WHAT YOU WILL DO –
When you reach the line containing "filename test/perceive/atomSelection.test.ts" in the entries below, begin reproducing lines exactly, and stop once the line containing "it('selectAtom keeps positions" is done.

[Start of Attachment]

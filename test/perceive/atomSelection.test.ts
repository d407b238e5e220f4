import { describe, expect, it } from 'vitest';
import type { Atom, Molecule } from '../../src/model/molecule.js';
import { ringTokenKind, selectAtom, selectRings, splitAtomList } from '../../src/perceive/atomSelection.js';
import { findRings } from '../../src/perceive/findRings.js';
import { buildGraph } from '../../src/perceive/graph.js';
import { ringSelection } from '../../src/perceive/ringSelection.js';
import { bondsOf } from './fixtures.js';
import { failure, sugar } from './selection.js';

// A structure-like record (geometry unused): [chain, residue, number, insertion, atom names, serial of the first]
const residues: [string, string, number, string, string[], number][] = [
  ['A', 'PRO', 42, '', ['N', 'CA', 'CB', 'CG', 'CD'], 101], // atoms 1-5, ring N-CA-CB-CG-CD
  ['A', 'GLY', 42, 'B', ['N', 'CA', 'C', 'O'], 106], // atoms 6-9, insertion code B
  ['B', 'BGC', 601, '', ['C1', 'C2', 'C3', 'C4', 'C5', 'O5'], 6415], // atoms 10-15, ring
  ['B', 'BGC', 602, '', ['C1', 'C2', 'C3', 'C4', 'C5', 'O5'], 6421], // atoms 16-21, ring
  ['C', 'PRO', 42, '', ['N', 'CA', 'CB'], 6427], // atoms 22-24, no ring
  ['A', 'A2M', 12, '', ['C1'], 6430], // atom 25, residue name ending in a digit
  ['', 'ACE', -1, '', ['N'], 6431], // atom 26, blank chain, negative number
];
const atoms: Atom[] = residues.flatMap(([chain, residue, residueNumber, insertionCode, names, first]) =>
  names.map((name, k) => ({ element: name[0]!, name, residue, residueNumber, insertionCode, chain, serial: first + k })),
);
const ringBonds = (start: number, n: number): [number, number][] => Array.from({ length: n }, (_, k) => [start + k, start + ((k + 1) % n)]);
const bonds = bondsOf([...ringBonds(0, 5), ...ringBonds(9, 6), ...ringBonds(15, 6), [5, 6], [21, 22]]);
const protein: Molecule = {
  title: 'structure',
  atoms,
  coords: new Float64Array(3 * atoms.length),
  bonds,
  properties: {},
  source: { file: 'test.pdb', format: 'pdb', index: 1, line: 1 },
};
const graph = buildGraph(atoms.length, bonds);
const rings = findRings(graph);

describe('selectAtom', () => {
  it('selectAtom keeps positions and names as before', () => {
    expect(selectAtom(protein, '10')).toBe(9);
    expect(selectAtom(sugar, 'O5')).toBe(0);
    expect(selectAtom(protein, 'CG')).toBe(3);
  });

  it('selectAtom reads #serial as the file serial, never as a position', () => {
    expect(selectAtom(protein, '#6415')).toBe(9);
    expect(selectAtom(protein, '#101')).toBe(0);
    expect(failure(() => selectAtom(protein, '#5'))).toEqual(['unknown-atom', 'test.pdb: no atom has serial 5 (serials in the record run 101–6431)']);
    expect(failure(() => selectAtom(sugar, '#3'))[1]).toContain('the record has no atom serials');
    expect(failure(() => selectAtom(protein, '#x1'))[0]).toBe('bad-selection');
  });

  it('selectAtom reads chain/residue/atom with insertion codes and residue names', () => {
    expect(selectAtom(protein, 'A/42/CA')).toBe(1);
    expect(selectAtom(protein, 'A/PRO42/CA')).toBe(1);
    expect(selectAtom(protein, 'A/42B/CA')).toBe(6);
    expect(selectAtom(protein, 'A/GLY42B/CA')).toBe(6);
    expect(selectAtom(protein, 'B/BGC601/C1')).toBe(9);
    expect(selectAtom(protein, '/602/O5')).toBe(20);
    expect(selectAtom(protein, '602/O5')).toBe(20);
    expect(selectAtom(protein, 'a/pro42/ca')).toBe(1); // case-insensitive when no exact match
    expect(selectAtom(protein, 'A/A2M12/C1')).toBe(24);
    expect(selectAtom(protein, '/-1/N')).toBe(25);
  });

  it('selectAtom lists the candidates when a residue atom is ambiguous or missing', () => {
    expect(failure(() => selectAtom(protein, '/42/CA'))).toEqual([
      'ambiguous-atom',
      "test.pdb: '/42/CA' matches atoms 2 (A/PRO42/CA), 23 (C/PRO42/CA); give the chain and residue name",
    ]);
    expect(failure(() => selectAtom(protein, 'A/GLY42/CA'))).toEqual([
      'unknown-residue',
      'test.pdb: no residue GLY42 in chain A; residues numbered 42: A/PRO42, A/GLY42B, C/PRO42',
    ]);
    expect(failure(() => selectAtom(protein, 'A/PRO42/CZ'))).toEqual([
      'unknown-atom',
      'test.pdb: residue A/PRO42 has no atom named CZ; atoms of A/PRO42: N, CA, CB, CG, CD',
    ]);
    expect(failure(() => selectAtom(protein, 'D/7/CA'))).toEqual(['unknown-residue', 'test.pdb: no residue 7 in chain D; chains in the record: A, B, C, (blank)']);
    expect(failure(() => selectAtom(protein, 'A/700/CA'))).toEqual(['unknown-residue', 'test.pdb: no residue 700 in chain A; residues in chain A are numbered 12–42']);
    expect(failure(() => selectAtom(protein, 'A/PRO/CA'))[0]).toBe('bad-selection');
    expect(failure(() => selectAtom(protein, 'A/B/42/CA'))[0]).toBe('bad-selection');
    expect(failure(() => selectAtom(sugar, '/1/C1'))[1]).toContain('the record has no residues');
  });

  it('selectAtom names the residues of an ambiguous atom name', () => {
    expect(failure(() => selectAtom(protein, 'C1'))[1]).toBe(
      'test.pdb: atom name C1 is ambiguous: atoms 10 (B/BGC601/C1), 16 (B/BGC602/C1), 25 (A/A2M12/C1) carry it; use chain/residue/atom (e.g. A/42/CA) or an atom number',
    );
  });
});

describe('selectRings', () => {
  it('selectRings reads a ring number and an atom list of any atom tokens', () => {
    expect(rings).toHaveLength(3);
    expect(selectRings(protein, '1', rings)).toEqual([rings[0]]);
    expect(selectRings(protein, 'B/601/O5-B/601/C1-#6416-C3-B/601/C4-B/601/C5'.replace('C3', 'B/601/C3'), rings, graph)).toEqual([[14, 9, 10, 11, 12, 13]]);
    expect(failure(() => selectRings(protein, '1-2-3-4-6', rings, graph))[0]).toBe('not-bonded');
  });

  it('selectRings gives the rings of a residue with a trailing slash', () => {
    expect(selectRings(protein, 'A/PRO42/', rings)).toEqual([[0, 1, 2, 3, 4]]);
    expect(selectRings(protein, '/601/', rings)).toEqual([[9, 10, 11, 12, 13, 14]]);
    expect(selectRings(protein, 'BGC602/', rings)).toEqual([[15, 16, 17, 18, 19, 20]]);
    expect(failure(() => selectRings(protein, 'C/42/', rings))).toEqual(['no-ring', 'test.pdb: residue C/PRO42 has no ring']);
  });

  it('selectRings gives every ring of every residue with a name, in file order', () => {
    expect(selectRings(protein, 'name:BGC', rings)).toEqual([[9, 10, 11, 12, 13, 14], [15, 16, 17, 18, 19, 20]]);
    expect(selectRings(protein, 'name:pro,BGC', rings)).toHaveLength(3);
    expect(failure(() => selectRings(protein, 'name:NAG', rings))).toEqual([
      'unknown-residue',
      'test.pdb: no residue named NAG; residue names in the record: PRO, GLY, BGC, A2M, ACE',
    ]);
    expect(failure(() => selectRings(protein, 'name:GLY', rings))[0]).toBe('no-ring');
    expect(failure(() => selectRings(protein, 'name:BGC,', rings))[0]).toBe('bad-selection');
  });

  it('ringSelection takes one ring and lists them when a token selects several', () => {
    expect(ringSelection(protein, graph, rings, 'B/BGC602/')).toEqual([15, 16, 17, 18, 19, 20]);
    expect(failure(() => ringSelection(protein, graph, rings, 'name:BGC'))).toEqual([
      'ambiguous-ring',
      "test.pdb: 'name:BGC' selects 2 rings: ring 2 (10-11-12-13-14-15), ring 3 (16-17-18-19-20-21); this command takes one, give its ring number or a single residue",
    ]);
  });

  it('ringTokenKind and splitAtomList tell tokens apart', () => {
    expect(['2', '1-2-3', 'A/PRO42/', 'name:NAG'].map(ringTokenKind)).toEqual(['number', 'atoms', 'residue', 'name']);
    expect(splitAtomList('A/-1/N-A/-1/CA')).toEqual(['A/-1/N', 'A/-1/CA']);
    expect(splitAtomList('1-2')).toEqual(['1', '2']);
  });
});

[End of Attachment]
[Start of Attachment]

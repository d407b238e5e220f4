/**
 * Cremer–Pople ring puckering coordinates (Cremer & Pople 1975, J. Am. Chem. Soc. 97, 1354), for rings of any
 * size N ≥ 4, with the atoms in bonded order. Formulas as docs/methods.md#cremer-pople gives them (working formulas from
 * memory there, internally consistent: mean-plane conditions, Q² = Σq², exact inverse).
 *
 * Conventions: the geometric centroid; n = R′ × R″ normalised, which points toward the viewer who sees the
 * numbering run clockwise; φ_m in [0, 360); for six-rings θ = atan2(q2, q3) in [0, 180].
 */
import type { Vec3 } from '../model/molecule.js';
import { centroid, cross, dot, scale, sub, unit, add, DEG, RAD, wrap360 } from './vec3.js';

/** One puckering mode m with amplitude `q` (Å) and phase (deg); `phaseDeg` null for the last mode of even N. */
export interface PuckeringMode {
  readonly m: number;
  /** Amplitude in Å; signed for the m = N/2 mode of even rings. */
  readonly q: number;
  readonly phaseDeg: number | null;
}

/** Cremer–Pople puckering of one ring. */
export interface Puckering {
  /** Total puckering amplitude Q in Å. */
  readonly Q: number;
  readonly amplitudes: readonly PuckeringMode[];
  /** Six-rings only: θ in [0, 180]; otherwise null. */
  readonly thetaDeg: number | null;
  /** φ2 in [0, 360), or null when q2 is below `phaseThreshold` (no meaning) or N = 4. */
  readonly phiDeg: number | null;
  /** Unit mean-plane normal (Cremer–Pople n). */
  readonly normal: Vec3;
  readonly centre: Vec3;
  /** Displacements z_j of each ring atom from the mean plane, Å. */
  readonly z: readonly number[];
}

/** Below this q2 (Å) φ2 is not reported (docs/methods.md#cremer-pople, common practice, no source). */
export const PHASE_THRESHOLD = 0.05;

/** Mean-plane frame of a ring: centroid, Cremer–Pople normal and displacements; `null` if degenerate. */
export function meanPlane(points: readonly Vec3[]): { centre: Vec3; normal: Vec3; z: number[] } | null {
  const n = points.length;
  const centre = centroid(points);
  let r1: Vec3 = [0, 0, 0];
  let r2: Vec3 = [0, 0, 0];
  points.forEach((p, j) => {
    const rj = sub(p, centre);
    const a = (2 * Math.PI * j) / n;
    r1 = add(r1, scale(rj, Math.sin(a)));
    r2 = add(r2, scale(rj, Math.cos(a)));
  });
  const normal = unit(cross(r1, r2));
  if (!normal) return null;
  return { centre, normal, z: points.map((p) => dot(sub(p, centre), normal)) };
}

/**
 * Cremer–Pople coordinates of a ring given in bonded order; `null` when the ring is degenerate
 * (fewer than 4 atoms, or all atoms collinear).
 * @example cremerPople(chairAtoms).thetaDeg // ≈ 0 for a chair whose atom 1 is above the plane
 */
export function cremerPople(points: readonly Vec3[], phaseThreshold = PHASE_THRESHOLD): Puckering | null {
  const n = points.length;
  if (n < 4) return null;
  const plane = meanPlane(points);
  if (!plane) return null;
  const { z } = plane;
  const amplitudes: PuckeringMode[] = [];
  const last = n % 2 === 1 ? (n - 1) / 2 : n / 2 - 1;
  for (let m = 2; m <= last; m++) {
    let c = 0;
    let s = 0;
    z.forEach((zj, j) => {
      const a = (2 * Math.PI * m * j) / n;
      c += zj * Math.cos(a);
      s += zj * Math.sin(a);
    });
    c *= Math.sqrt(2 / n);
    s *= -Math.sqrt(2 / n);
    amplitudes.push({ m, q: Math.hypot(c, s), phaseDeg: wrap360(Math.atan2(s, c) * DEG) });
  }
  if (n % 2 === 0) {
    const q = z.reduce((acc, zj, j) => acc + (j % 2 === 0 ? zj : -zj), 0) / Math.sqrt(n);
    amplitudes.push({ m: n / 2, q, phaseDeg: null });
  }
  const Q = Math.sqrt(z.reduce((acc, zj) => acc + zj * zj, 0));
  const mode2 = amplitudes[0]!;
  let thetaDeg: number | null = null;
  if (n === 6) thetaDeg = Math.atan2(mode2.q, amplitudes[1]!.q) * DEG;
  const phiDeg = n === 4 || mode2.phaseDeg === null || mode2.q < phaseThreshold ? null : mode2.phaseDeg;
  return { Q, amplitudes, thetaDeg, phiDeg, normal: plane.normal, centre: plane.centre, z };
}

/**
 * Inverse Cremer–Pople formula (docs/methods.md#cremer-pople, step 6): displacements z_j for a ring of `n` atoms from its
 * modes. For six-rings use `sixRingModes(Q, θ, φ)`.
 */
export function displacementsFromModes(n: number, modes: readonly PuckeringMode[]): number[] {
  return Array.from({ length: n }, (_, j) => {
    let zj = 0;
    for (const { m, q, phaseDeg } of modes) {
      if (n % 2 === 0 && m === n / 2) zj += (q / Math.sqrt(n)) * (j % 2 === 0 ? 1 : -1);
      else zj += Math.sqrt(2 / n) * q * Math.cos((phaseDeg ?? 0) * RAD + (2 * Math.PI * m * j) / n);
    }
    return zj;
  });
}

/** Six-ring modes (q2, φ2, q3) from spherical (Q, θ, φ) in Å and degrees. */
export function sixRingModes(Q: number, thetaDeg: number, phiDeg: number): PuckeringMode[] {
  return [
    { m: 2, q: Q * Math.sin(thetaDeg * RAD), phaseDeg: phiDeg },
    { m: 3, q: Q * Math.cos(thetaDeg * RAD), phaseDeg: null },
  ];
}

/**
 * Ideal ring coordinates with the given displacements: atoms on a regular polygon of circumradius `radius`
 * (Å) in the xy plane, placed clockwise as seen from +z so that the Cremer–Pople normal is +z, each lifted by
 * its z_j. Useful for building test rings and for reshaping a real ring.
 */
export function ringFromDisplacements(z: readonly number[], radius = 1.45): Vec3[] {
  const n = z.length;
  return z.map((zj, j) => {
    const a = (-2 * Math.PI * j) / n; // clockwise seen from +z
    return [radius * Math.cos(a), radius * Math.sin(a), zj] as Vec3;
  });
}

[End of Attachment]
[Start of Attachment]

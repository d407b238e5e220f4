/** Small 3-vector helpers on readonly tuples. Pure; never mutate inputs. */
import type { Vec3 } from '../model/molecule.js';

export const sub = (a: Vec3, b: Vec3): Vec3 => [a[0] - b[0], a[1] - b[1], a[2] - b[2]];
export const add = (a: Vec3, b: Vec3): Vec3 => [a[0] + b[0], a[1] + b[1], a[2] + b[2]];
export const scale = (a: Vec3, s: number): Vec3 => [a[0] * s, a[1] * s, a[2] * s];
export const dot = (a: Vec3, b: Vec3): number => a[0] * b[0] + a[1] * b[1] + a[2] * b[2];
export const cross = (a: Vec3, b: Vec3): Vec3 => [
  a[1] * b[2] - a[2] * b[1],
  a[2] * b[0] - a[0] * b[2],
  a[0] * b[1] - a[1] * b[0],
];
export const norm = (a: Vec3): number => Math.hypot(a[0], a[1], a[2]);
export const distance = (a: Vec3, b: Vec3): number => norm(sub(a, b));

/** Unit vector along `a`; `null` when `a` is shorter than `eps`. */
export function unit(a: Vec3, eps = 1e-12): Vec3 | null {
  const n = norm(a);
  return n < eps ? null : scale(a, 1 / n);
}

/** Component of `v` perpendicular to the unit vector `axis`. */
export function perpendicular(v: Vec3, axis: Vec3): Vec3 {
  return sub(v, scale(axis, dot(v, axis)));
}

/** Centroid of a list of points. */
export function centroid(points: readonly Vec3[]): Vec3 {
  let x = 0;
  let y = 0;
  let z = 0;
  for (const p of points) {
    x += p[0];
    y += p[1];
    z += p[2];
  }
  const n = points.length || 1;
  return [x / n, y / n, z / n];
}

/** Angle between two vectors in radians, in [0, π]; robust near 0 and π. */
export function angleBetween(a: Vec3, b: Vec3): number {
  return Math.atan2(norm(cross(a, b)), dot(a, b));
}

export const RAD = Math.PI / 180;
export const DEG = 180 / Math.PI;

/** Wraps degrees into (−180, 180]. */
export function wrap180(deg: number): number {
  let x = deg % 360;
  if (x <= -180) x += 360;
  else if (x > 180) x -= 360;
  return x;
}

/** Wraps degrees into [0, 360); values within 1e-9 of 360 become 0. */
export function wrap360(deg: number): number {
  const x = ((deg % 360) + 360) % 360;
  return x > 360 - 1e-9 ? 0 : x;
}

[End of Attachment]

SOLUTION TO THIS PROBLEM –
filename test/perceive/atomSelection.test.ts
repository d407b238e5e220f4
import { describe, expect, it } from 'vitest';
import type { Atom, Molecule } from '../../src/model/molecule.js';
import { ringTokenKind, selectAtom, selectRings, splitAtomList } from '../../src/perceive/atomSelection.js';
import { findRings } from '../../src/perceive/findRings.js';
import { buildGraph } from '../../src/perceive/graph.js';
import { ringSelection } from '../../src/perceive/ringSelection.js';
import { bondsOf } from './fixtures.js';
import { failure, sugar } from './selection.js';

// A structure-like record (geometry unused): [chain, residue, number, insertion, atom names, serial of the first]
const residues: [string, string, number, string, string[], number][] = [
  ['A', 'PRO', 42, '', ['N', 'CA', 'CB', 'CG', 'CD'], 101], // atoms 1-5, ring N-CA-CB-CG-CD
  ['A', 'GLY', 42, 'B', ['N', 'CA', 'C', 'O'], 106], // atoms 6-9, insertion code B
  ['B', 'BGC', 601, '', ['C1', 'C2', 'C3', 'C4', 'C5', 'O5'], 6415], // atoms 10-15, ring
  ['B', 'BGC', 602, '', ['C1', 'C2', 'C3', 'C4', 'C5', 'O5'], 6421], // atoms 16-21, ring
  ['C', 'PRO', 42, '', ['N', 'CA', 'CB'], 6427], // atoms 22-24, no ring
  ['A', 'A2M', 12, '', ['C1'], 6430], // atom 25, residue name ending in a digit
  ['', 'ACE', -1, '', ['N'], 6431], // atom 26, blank chain, negative number
];
const atoms: Atom[] = residues.flatMap(([chain, residue, residueNumber, insertionCode, names, first]) =>
  names.map((name, k) => ({ element: name[0]!, name, residue, residueNumber, insertionCode, chain, serial: first + k })),
);
const ringBonds = (start: number, n: number): [number, number][] => Array.from({ length: n }, (_, k) => [start + k, start + ((k + 1) % n)]);
const bonds = bondsOf([...ringBonds(0, 5), ...ringBonds(9, 6), ...ringBonds(15, 6), [5, 6], [21, 22]]);
const protein: Molecule = {
  title: 'structure',
  atoms,
  coords: new Float64Array(3 * atoms.length),
  bonds,
  properties: {},
  source: { file: 'test.pdb', format: 'pdb', index: 1, line: 1 },
};
const graph = buildGraph(atoms.length, bonds);
const rings = findRings(graph);

describe('selectAtom', () => {
  it('selectAtom keeps positions and names as before', () => {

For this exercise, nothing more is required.